-- Provided data follows --
@pytest.mark.parametrize(
    "words",
    [
        "nonsense", "check --nonsense", "check extra", "months --from x", "months --from 0", "months --from -1447",
        "months --also nonsense", "publish --as-of 2026-13-01", "months --as-of yesterday", "evening 2026-02-30",
        "why", "begin", "record", "record nonsense", "record report", "record decision --month 1448-07",
        "months --policy yallop-b --place a,1,2 --place b,1,2", "months --policy umm-al-qura --content nowhere",
    ],
)  # fmt: skip
def test_wrong_usage(desk: Desk, words: str) -> None:
    """Expected: exit 2, a usage line and the error on standard error, nothing written."""
    before = desk.files()
    done = desk.run(*words.split())
    assert (done.exit_code, done.stdout) == (2, "")
    assert "Usage: " in done.stderr
    assert desk.files() == before


# --- as a process, and as the documents say ------------------------------------------------------------


def _process(*words: str, **environment: str) -> subprocess.CompletedProcess[str]:
    return subprocess.run(
        [sys.executable, "-m", "moonwrit.cli", *words], capture_output=True, encoding="utf-8", timeout=120,
        stdin=subprocess.DEVNULL, env={**os.environ, "SOURCE_DATE_EPOCH": NOW, **environment},
    )


def test_the_process_ends_with_the_same_codes_and_no_traceback(desk: Desk) -> None:
    """Expected: 0, 1, 2 and 3 of the process itself, and on standard error the message alone."""
    assert _process("check").returncode == 0
    assert _process("check", "--nonsense").returncode == 2
    desk.edit("observances.yaml", "when: {month: 10, day: 1}", "when: {month: 10, day: 2}")
    silent = _process("publish")
    assert silent.returncode == 3
    line = desk.edit("places.yaml", "latitude: -38.10", "latitude: south")
    fault = _process("publish")
    assert (fault.returncode, fault.stdout) == (1, "")
    assert fault.stderr.startswith(f"moonwrit: content/places.yaml:{line}: ")
    assert "Traceback" not in silent.stderr + fault.stderr
    assert not (desk.folder / "output").exists()


def test_output_does_not_depend_on_the_terminal(desk: Desk) -> None:
    """Expected: the same bytes in a narrow terminal without colours or UTF-8 in its name, and in a wide one."""
    words = ("months", "--policy", "tabular", "--from", "1447", "--to", "1447")
    narrow = _process(*words, COLUMNS="30", TERM="dumb", NO_COLOR="1")
    wide = _process(*words, COLUMNS="300", TERM="xterm-256color", FORCE_COLOR="")
    assert narrow.returncode == wide.returncode == 0
    assert narrow.stdout == wide.stdout
    assert len(narrow.stdout.splitlines()) > 12


def test_two_builds_at_once_both_end_well(desk: Desk) -> None:
    """Expected: both say how many files they wrote, and the site that stands is the one that a lone build makes."""
    desk.edit("site.yaml", "years: {from: 1447, to: 1449}", "years: {from: 1448, to: 1448}")
    shutil.rmtree(desk.folder / "content/record")
    words = [sys.executable, "-m", "moonwrit.cli", "publish"]
    started = [subprocess.Popen(words, stdout=subprocess.PIPE, stderr=subprocess.PIPE, env={
        **os.environ, "SOURCE_DATE_EPOCH": NOW}) for _ in range(2)]
    said = [build.communicate(timeout=120) for build in started]
    assert [build.returncode for build in started] == [0, 0], said
    assert said[0] == said[1]
    together = {path.relative_to("output"): path.read_bytes() for path in Path("output").rglob("*.html")}
    assert _process("publish", "--output", "alone").returncode == 0
    assert together == {path.relative_to("alone"): path.read_bytes() for path in Path("alone").rglob("*.html")}


def _commands(group: click.Group, *before: str) -> set[str]:
    names = set()
    for name, command in group.commands.items():
        names |= _commands(command, *before, name) if isinstance(command, click.Group) else {" ".join((*before, name))}
    return names


def _in_readme() -> list[list[str]]:
    blocks = re.findall(r"```\n(.*?)```", (ROOT / "README.md").read_text(encoding="utf-8"), re.DOTALL)
    lines = [shlex.split(line, comments=True) for block in blocks for line in block.splitlines()]
    return [line[1:] for line in lines if line[:1] == ["moonwrit"]]


def test_every_command_is_in_the_readme() -> None:
    """Expected: README shows each command at least once, and shows or names none that does not exist."""
    shown = _in_readme()
    for command in _commands(main):
        assert any(" ".join(line).startswith(command) for line in shown), f"README shows no moonwrit {command}"
    named = set(re.findall(r"`moonwrit ([a-z]+)", (ROOT / "README.md").read_text(encoding="utf-8")))
    assert named <= set(main.commands)


def test_what_the_readme_shows_works_in_its_order(desk: Desk) -> None:
    """Expected: each line of README that begins with moonwrit ends with 0, on the evening of which it speaks.

    But for the preview, which serves until it is stopped: tests/test_preview.py.
    """
    for words in (line for line in _in_readme() if line[0] != "preview"):
        done = desk.run(*words)
        assert done.exit_code == 0, f"moonwrit {' '.join(words)}: {done.output}"


def test_help_names_every_command_and_option(desk: Desk) -> None:
    """Expected: a sentence for each command, and for each option of each but --help."""
    overview = desk.run("--help").stdout

    def helped(command: click.Command, *words: str) -> None:
        said = desk.run(*words, "--help")
        assert said.exit_code == 0
        for option in (one for one in command.params if isinstance(one, click.Option)):
            assert option.help, f"{words} {option.name}"
            assert option.opts[-1] in said.stdout
        if isinstance(command, click.Group):
            for name, below in command.commands.items():
                assert below.help
                helped(below, *words, name)

    helped(main)
    assert all(f"\n  {name} " in overview for name in main.commands)
    assert desk.run("--version").stdout == f"moonwrit, version {__version__}\n"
-- Provided data concluded --
**Work task**
Taking the records above as input, show every line in which the word "check" is present.

**Answer to this problem**
        "nonsense", "check --nonsense", "check extra", "months --from x", "months --from 0", "months --from -1447",
    assert _process("check").returncode == 0
    assert _process("check", "--nonsense").returncode == 2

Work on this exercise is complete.